Assassin Bug.  Again, I dont know the species.












Blister beetle.  You guessed it, I dont know the species.












Another unidentified blister beetle.












Big Black Beetle.  This thing was enormous, when I saw it crossing the road, I thought it was a MM tarantula!


----------



## Ted (Jul 10, 2007)

I am not sure about the species of mantid..looks not to be a Carolinae..but maybe a Stagmomantis.
maybe additional pics will assist.
I see a large black Tenebrionid..or Darkling Beetle..very stinky.
 The particular species of assassin bug is also hard to spot I.d, but possibly a Zelus, or related subspecies.
Also the Blister beetle [beige one] is a nice find.

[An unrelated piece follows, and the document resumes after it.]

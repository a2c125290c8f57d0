// The error type for bad batch options, config files and project files: core/settings' SettingsError under the name
// the batch code has always used (one class, so every catch sees every settings problem).
export { SettingsError as BatchOptionError } from '../settings';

cool pics!!..where did you collect?

I just came back from a very fruitful insect collection trip out to the remote west texas desert mountain area[jeff davis county], and ended up with some seriously great finds, including solfugids,many types of assassin bugs, glorious beetles, Woodyi Beetles,[these are the big green/chrome colored ones below] Huge Oculea silk moths, many great Sphinx, cone nose bugs[triatoma], cool primitive scarabs of the flesh eating variety[trox]
and mantidlies..the list goes on..I have to freeze some of them soon after capture for identification and specimen preservation.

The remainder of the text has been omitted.